Since starting at 1P – my life has improved in every way shape and form. Not only have I lost nearly 10lbs from being more consistent with my workouts and getting movement in every single day, I’ve TREMENDOUSLY slowed down my drinking (I’m even thinking about doing a sober 2022!), I’ve read so many books, learned tons, made so many new and amazing relationships, listened to so many amazing talks from Andy & Sal and I’ve even earned a promotion. All in four months. I can’t believe I GET to go to work every day and GET to help people improve their lives, while being surrounded with a building full of the best people the WORLD has to offer. And make my own life better than it’s ever been on every level imaginable. Next up – getting my NASM CPT by the end of the week!

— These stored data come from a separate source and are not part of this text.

"""Our look: the Okabe–Ito colour-blind-safe palette, and one glyph and one name per cell state.

Colour is never the only signal: every state also has a glyph and a word, and the chart marks
stand-out bars with a hatch and a "!" as well as a colour.
Palette source: Okabe & Ito, "Color Universal Design" (2002), eight colours.
"""

from __future__ import annotations

from dataclasses import dataclass

from PySide6.QtGui import QColor

from ..core.clean import CellState

__all__ = ["INK", "OKABE_ITO", "STATE_LOOK", "StateLook", "state_look"]

#: The eight Okabe–Ito colours by their published names.
OKABE_ITO = {
    "black": "#000000",
    "orange": "#E69F00",
    "sky blue": "#56B4E9",
    "bluish green": "#009E73",
    "yellow": "#F0E442",
    "blue": "#0072B2",
    "vermillion": "#D55E00",
    "reddish purple": "#CC79A7",
}

#: Neutral ink for text and axes (a grey, not one of the signal colours).
INK = "#3A3A3A"


@dataclass(frozen=True)
class StateLook:
    """How one cell state is shown: a word, a glyph, a colour, and a tooltip sentence."""

    word: str
    glyph: str
    colour: str
    hint: str

    @property
    def label(self) -> str:
        return f"{self.glyph} {self.word}"

    def qcolor(self) -> QColor:
        return QColor(self.colour)


STATE_LOOK: dict[CellState, StateLook] = {
    CellState.PARSED: StateLook(
        "read", "✓", OKABE_ITO["bluish green"], "Read as a date by the column's reading."
    ),
    CellState.BLANK: StateLook(
        "blank", "○", "#7F7F7F", "Empty, or a token the fix log treats as blank."
    ),
    CellState.FAILED: StateLook(
        "not read", "✗", OKABE_ITO["vermillion"], "No reading fits this value; the note says why."
    ),
    CellState.AMBIGUOUS: StateLook(
        "unclear", "?", OKABE_ITO["orange"], "Readable in more than one way; nothing was chosen."
    ),
    CellState.MANUAL: StateLook(
        "set by hand", "✎", OKABE_ITO["reddish purple"], "Set by hand; a step in the fix log."
    ),
}


def state_look(state: int) -> StateLook:
    """The look of a state given as an int (as stored in ParsedColumn.state)."""
    return STATE_LOOK[CellState(int(state))]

I’m SO excited for what’s to come in my future at 1st Phorm. 

I guess that’s where I’ll end it at my catching up post.

But you should treat every day like it’s your last. I don’t only mean telling your loved ones how much they mean to you or spending the super valuable time together, I mean don’t waste your life doing something you don’t want to do with people that radiate negativity. Take the risk. Surround yourself with genuinely good people who want the best for themselves and you. You’ll never know what you’re capable of until you make the changes for yourself.